Description of the task: Copy out all the records, word for word.

Given records:
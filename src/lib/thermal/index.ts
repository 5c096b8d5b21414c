// the thermal engine's public surface: pure typescript, imports nothing outside this folder
export type * from './types.ts';
export { analyse, analysisPeriod, DEFAULT_PERIOD } from './analyse.ts';
export { simulate, SimulationCancelled } from './simulate.ts';
export { simulateBatch } from './batch.ts';
export { periodicState, periodSampling, type PeriodicStartInfo } from './periodicStart.ts';
export { jumpSteps, sideJumps, JUMP_MIN_CHANGE, JUMP_CONCENTRATION } from './jumps.ts';
export { buildMesh, cellsForLayer, countCells, DEFAULT_MAX_CELL_SIZE, DEFAULT_MIN_CELLS_PER_LAYER, type Mesh } from './mesh.ts';
export { compileSignal, signalAt, signalPeriod, commonPeriod, modelSignals, type CompiledSignal } from './signals.ts';
export { solAirTemperature } from './boundary.ts';
export { steadyFigures } from './steady.ts';
export { layerFigures, lumpedFigures, LUMPED_BIOT_LIMIT } from './diagnostics.ts';
export { periodicAnalysis, wallMatrix, layerMatrix, resistanceMatrix, transmittance } from './periodic.ts';
export { factorise, solve, thetaStep, tridiagonal, type Tridiagonal, type ThomasFactor } from './stepper.ts';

Answer to the problem:
filename src/lib/thermal/index.ts
repository 5c096b8d5b21414c
// the thermal engine's public surface: pure typescript, imports nothing outside this folder
export type * from './types.ts';
export { analyse, analysisPeriod, DEFAULT_PERIOD } from './analyse.ts';
export { simulate, SimulationCancelled } from './simulate.ts';
export { simulateBatch } from './batch.ts';
export { periodicState, periodSampling, type PeriodicStartInfo } from './periodicStart.ts';
export { jumpSteps, sideJumps, JUMP_MIN_CHANGE, JUMP_CONCENTRATION } from './jumps.ts';
export { buildMesh, cellsForLayer, countCells, DEFAULT_MAX_CELL_SIZE, DEFAULT_MIN_CELLS_PER_LAYER, type Mesh } from './mesh.ts';
export { compileSignal, signalAt, signalPeriod, commonPeriod, modelSignals, type CompiledSignal } from './signals.ts';
export { solAirTemperature } from './boundary.ts';
export { steadyFigures } from './steady.ts';
export { layerFigures, lumpedFigures, LUMPED_BIOT_LIMIT } from './diagnostics.ts';
export { periodicAnalysis, wallMatrix, layerMatrix, resistanceMatrix, transmittance } from './periodic.ts';
export { factorise, solve, thetaStep, tridiagonal, type Tridiagonal, type ThomasFactor } from './stepper.ts';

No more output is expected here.